そうした反省もあって、5年程前より宅配の販売店としての基本を見直す取り組みを始めたという。
その名も「ミルクで元気会議」という名称で社内の組織や業務プロセス、顧客などの切り口から「4S運動」「無事故」「会議運営」「新規開拓」他10ほどのテーマを設け、それぞれにスタッフがペアを組みその主担当となって運営の目標や対策などを考え「ミルクで元気会議」の場で、他のスタッフへ啓蒙を図っているという。
その運営がユニークなのは、その活動に評価を行っていることだ。
10のテーマごとに掲げた目標に対して、これができれば何点というように定量評価の基準を設け、何点以上であれば青、何点だと黄色、何点だと赤というように信号機の色になぞらえて、すべてのテーマをみんなで青になるように協力して運営している。
そして、一定期間が経過するとスタッフは違うテーマの担当になり、それを繰り返していくことで結果的に全社的な視点でいろんなことを考えられるという仕組みになっていた。
それは単なるスタッフのスキルアップや強化を図る教育の枠を超えて、一般企業が品質向上などで行われている「小集団活動」のようだ。

「素晴らしい取り組みですが、それによって何か変化がありましたか?」
「まず私が会議などで細かな指示や命令をしなくなったことでしょうか」
つまり、自分たちで経営的な目線で目標を掲げることによってスタッフの自主性が芽生えたようだ。
それに加え、課題を深堀してみんなで考えることで共通認識が深まり、解決策もみんなで取り組むことが出来るようになったことは大きいという。
例えば「解約対策」に関するテーマでは、これまでお客さまからしばらく休ませてください。

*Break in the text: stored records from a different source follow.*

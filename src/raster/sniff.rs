//! Format detection from the first bytes of a file, and the small JPEG header
//! scan for what the decoder does not report (JFIF density, EXIF resolution,
//! the Adobe APP14 marker that flags inverted CMYK).

use super::{Format, Resolution};

/// The format named by the file's signature, if any.
/// PNG: ISO/IEC 15948 §5.2; TIFF: TIFF 6.0 §2 ("II*\0" / "MM\0*") and BigTIFF (43);
/// JPEG: ISO/IEC 10918-1 SOI marker followed by another marker.
pub(crate) fn detect(head: &[u8]) -> Option<Format> {
    const PNG: &[u8] = b"\x89PNG\r\n\x1a\n";
    if head.starts_with(PNG) {
        return Some(Format::Png);
    }
    if head.starts_with(b"II*\0") || head.starts_with(b"MM\0*") || head.starts_with(b"II+\0") || head.starts_with(b"MM\0+") {
        return Some(Format::Tiff);
    }
    if head.len() >= 3 && head[0] == 0xFF && head[1] == 0xD8 && head[2] == 0xFF {
        return Some(Format::Jpeg);
    }
    None
}

/// The format a file name's extension suggests (for messages only).
pub(crate) fn format_from_extension(path: &std::path::Path) -> Option<Format> {
    let ext = path.extension()?.to_str()?.to_ascii_lowercase();
    match ext.as_str() {
        "png" => Some(Format::Png),
        "tif" | "tiff" => Some(Format::Tiff),
        "jpg" | "jpeg" | "jpe" => Some(Format::Jpeg),
        _ => None,
    }
}

/// What the JPEG header says beyond the decoder's report.
#[derive(Debug, Default, Clone, PartialEq)]
pub(crate) struct JpegHeader {
    pub resolution: Option<Resolution>,
    /// An Adobe APP14 segment is present: CMYK samples are stored inverted (0 = solid ink).
    pub adobe: bool,
    /// The Adobe transform flag (0 none/CMYK, 1 YCbCr, 2 YCCK).
    pub adobe_transform: Option<u8>,
    /// An end-of-image marker follows the first scan: the entropy-coded data is complete.
    /// (Entropy-coded bytes stuff every 0xFF with 0x00, so FF D9 after the first SOS is the EOI.)
    pub complete: bool,
    /// The EXIF Orientation tag (274) of IFD0, if present.
    pub orientation: Option<u16>,
}

/// Walks the markers before the first scan (ISO/IEC 10918-1 annex B).
pub(crate) fn scan_jpeg(data: &[u8]) -> JpegHeader {
    let mut out = JpegHeader::default();
    let mut jfif: Option<Resolution> = None;
    let mut exif: Option<Resolution> = None;
    let mut i = 2;
    while i + 4 <= data.len() {
        if data[i] != 0xFF {
            break;
        }
        let marker = data[i + 1];
        if marker == 0xFF {
            i += 1; // fill byte
            continue;
        }
        if marker == 0xDA {
            out.complete = data[i..].windows(2).any(|w| w == [0xFF, 0xD9]);
            break;
        }
        if marker == 0xD9 {
            break;
        }
        if (0xD0..=0xD7).contains(&marker) || marker == 0x01 {
            i += 2;
            continue;
        }
        let len = usize::from(u16::from_be_bytes([data[i + 2], data[i + 3]]));
        if len < 2 || i + 2 + len > data.len() {
            break;
        }
        let seg = &data[i + 4..i + 2 + len];
        match marker {
            // JFIF APP0: "JFIF\0", version (2), units (1), Xdensity (2), Ydensity (2). JFIF 1.02.
            0xE0 if seg.len() >= 12 && seg.starts_with(b"JFIF\0") => {
                let units = seg[7];
                let x = f64::from(u16::from_be_bytes([seg[8], seg[9]]));
                let y = f64::from(u16::from_be_bytes([seg[10], seg[11]]));
                jfif = match units {
                    1 => Resolution { x_ppi: x, y_ppi: y }.valid(),
                    2 => Resolution {
                        x_ppi: x * 2.54,
                        y_ppi: y * 2.54,
                    }
                    .valid(),
                    _ => None,
                };
            }
            0xE1 if seg.starts_with(b"Exif\0\0") => {
                let (resolution, orientation) = exif_ifd0(&seg[6..]);
                exif = resolution;
                out.orientation = orientation;
            }
            // Adobe APP14: "Adobe", version (2), flags0 (2), flags1 (2), transform (1).
            0xEE if seg.starts_with(b"Adobe") => {
                out.adobe = true;
                out.adobe_transform = seg.get(11).copied();
            }
            _ => {}
        }
        i += 2 + len;
    }
    out.resolution = jfif.or(exif);
    out
}

/// Width, height, samples per pixel and bits per sample claimed by a PNG's IHDR chunk
/// (ISO/IEC 15948 §11.2.2), read before the decoder runs. Palette images count 4 channels
/// (the most they expand to).
pub(crate) fn png_header(head: &[u8]) -> Option<(u32, u32, u8, u8)> {
    if head.len() < 26 || &head[12..16] != b"IHDR" {
        return None;
    }
    let width = u32::from_be_bytes(head[16..20].try_into().ok()?);
    let height = u32::from_be_bytes(head[20..24].try_into().ok()?);
    let depth = head[24];
    let channels = match head[25] {
        0 => 1,
        2 => 3,
        3 => 4,
        4 => 2,
        6 => 4,
        _ => return None,
    };
    Some((width, height, channels, depth.max(8)))
}

/// Width, height, samples per pixel and bits per sample claimed by the first IFD of a TIFF
/// or BigTIFF (TIFF 6.0 §2; BigTIFF: 8-byte offsets, 20-byte entries), read before the
/// decoder runs so that a hostile header is refused before anything is allocated.
pub(crate) fn tiff_header<R: std::io::Read + std::io::Seek>(r: &mut R) -> Option<(u32, u32, u8, u8)> {
    use std::io::SeekFrom;
    let mut head = [0u8; 16];
    r.seek(SeekFrom::Start(0)).ok()?;
    r.read_exact(&mut head[..8]).ok()?;
    let le = match &head[0..2] {
        b"II" => true,
        b"MM" => false,
        _ => return None,
    };
    let u16v = |b: &[u8]| {
        if le {
            u16::from_le_bytes([b[0], b[1]])
        } else {
            u16::from_be_bytes([b[0], b[1]])
        }
    };
    let u32v = |b: &[u8]| {
        let a = [b[0], b[1], b[2], b[3]];
        if le { u32::from_le_bytes(a) } else { u32::from_be_bytes(a) }
    };
    let u64v = |b: &[u8]| {
        let a: [u8; 8] = b[..8].try_into().unwrap_or([0; 8]);
        if le { u64::from_le_bytes(a) } else { u64::from_be_bytes(a) }
    };
    let big = u16v(&head[2..4]) == 43;
    let ifd = if big {
        r.read_exact(&mut head[8..16]).ok()?;
        u64v(&head[8..16])
    } else {
        u64::from(u32v(&head[4..8]))
    };
    r.seek(SeekFrom::Start(ifd)).ok()?;
    let (count, entry_len) = if big {
        let mut b = [0u8; 8];
        r.read_exact(&mut b).ok()?;
        (u64v(&b), 20usize)
    } else {
        let mut b = [0u8; 2];
        r.read_exact(&mut b).ok()?;
        (u64::from(u16v(&b)), 12usize)
    };
    let (mut width, mut height, mut spp, mut bits) = (None, None, 1u8, 1u8);
    let mut bits_at: Option<u64> = None;
    let mut entry = [0u8; 20];
    let value_at = if big { 12 } else { 8 };
    let inline_len: u64 = if big { 8 } else { 4 };
    for _ in 0..count.min(4096) {
        r.read_exact(&mut entry[..entry_len]).ok()?;
        let tag = u16v(&entry[0..2]);
        let ty = u16v(&entry[2..4]);
        let n = if big { u64v(&entry[4..12]) } else { u64::from(u32v(&entry[4..8])) };
        let width_of = match ty {
            3 => 2,
            4 => 4,
            _ => continue,
        };
        if n.saturating_mul(width_of) > inline_len {
            // The values do not fit in the entry: it holds their offset. Only BitsPerSample
            // (one value per sample) is a list among the tags read here.
            if tag == 258 && ty == 3 {
                bits_at = Some(if big {
                    u64v(&entry[value_at..])
                } else {
                    u64::from(u32v(&entry[value_at..]))
                });
            }
            continue;
        }
        let first = if ty == 3 {
            u32::from(u16v(&entry[value_at..]))
        } else {
            u32v(&entry[value_at..])
        };
        match tag {
            256 => width = Some(first),
            257 => height = Some(first),
            258 => bits = u8::try_from(first).unwrap_or(u8::MAX),
            277 => spp = u8::try_from(first).unwrap_or(u8::MAX),
            _ => {}
        }
    }
    if let Some(at) = bits_at {
        let mut b = [0u8; 2];
        r.seek(SeekFrom::Start(at)).ok()?;
        r.read_exact(&mut b).ok()?;
        bits = u8::try_from(u16v(&b)).unwrap_or(u8::MAX);
    }
    Some((width?, height?, spp, bits))
}

/// Sets PhotometricInterpretation (262) of the directory `page` (from 0) of a TIFF or
/// BigTIFF held in memory to `value`; `None` when the directory or the tag is not there.
pub(crate) fn set_tiff_photometric(bytes: &mut [u8], page: usize, value: u16) -> Option<()> {
    let le = match bytes.get(0..2)? {
        b"II" => true,
        b"MM" => false,
        _ => return None,
    };
    let get = |b: &[u8], at: usize, n: usize| -> Option<u64> {
        let s = b.get(at..at.checked_add(n)?)?;
        let mut v = 0u64;
        for k in 0..n {
            let byte = if le { s[n - 1 - k] } else { s[k] };
            v = (v << 8) | u64::from(byte);
        }
        Some(v)
    };
    let big = get(bytes, 2, 2)? == 43;
    let (off_len, count_len, entry_len, value_at) = if big { (8, 8, 20, 12) } else { (4, 2, 12, 8) };
    let mut ifd = usize::try_from(get(bytes, if big { 8 } else { 4 }, off_len)?).ok()?;
    for _ in 0..page {
        let count = usize::try_from(get(bytes, ifd, count_len)?).ok()?;
        let next_at = ifd.checked_add(count_len)?.checked_add(count.checked_mul(entry_len)?)?;
        ifd = usize::try_from(get(bytes, next_at, off_len)?).ok()?;
    }
    let count = usize::try_from(get(bytes, ifd, count_len)?).ok()?;
    for k in 0..count.min(4096) {
        let e = ifd + count_len + k * entry_len;
        if get(bytes, e, 2)? == 262 {
            let at = e + value_at;
            let v = if le { value.to_le_bytes() } else { value.to_be_bytes() };
            bytes.get_mut(at..at + 2)?.copy_from_slice(&v);
            return Some(());
        }
    }
    None
}

/// Where the value of PhotometricInterpretation (262) of the directory `page` (from 0) of a
/// TIFF or BigTIFF file lies, and whether the file is little-endian: the directories are
/// walked as [`set_tiff_photometric`] walks them in memory, reading only their entries.
/// `None` when the directory or the tag is not there.
pub(crate) fn tiff_photometric_at<R: std::io::Read + std::io::Seek>(r: &mut R, page: usize) -> Option<(u64, bool)> {
    let mut get_bytes = |at: u64, n: usize| -> Option<Vec<u8>> {
        let mut b = vec![0u8; n];
        r.seek(std::io::SeekFrom::Start(at)).ok()?;
        r.read_exact(&mut b).ok()?;
        Some(b)
    };
    let order = get_bytes(0, 2)?;
    let le = match order.as_slice() {
        b"II" => true,
        b"MM" => false,
        _ => return None,
    };
    let value = |s: &[u8]| {
        let mut v = 0u64;
        for k in 0..s.len() {
            let byte = if le { s[s.len() - 1 - k] } else { s[k] };
            v = (v << 8) | u64::from(byte);
        }
        v
    };
    let big = value(&get_bytes(2, 2)?) == 43;
    let (off_len, count_len, entry_len, value_at) = if big { (8, 8, 20u64, 12u64) } else { (4, 2, 12, 8) };
    let mut ifd = value(&get_bytes(if big { 8 } else { 4 }, off_len)?);
    for _ in 0..page {
        let count = value(&get_bytes(ifd, count_len)?);
        let next_at = ifd.checked_add(count_len as u64)?.checked_add(count.checked_mul(entry_len)?)?;
        ifd = value(&get_bytes(next_at, off_len)?);
    }
    let count = value(&get_bytes(ifd, count_len)?).min(4096);
    let entries = get_bytes(ifd + count_len as u64, usize::try_from(count * entry_len).ok()?)?;
    (0..count as usize).find_map(|k| {
        let e = k * entry_len as usize;
        (value(&entries[e..e + 2]) == 262).then_some((ifd + count_len as u64 + e as u64 + value_at, le))
    })
}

と言われるとそれが休止ではなく、そのまま解約になっていた。
ところが、休みたいというお客さまの気持ちの裏に何があるのかを探っていくと、「飲み飽きてしまった」「飲めずにたまってしまう」などのいくつかの理由があることが分かり、ならばその理由ごとに事前にどのようなことが出来るのかを考え、日頃のお客さまとの会話で「いかがですか、味に飽きたりしてませんか」というような声掛けや、新たな提案を行うことでお客さまの休みたいという気持ちを続けて健康になりたいという気持ちへとシフトしていくような取り組みができるようになってきたという。
現に「いづみや乳販」さんの解約率は全国の販売店の平均値よりも低いという眼に見える実績となって表れている。

スタッフからの「お客さまの気持ちになって行動することが大切なのでは?」というひとことから、今ではスタッフひとりひとりがお客さまを大切に思う気持ちがお客さまに届くようになり、「牛乳を取るだけのつもりで契約したけど、配達の人とこんなにコミュニケーションできるとは思わなかったよ」という声をいただけるような関係作りができるようになってきた。
宅配の販売店としてこれから何を目指していかれますか?との問いに、専務は「お客さまにはうちの店を通じて健康になっていただきたい、それだけですよ」
いづみや乳販では、骨の健康チェックイベントや栄養相談、乳和食調理実習、ゲートボール大会の協賛など既存のお客さまはもちろん地元の方との交流を通して健康をお届けする取り組みを行っている。
その他にも、むつ市と協定を結び宅配の配達と共に防犯パトロールの一翼を担っており、地元にはなくてはならない宅配店になっている。
専務はお話の中で、何度も「同じことの繰り返しが大切だ」ということを仰っていた。一般的に仕事がうまくいかなければ、簡易的なやり方や違うやり方を模索しがちだ。しかし、「健康をお届けする」「お客さまの気持ちになって考える」という基本の徹底こそが重要であるということを再認識させられるお話の数々だった。
インタビューを終え、帰りの新幹線の車窓に雪一面の中に点在する家がちらほらと見えた。
遠いお客さまだと、片道1時間かかるところもあると仰っていた。こうした家々にも、いづみや乳販さんのようなお客さまの健康を願って雪道の中、大切に牛乳を運んでくれる牛乳屋さんがいるんだと思うと、商品だけでなく健康づくりを心強くサポートしてくれる安心や信頼も届けてくれているんだなとあらためて感じる。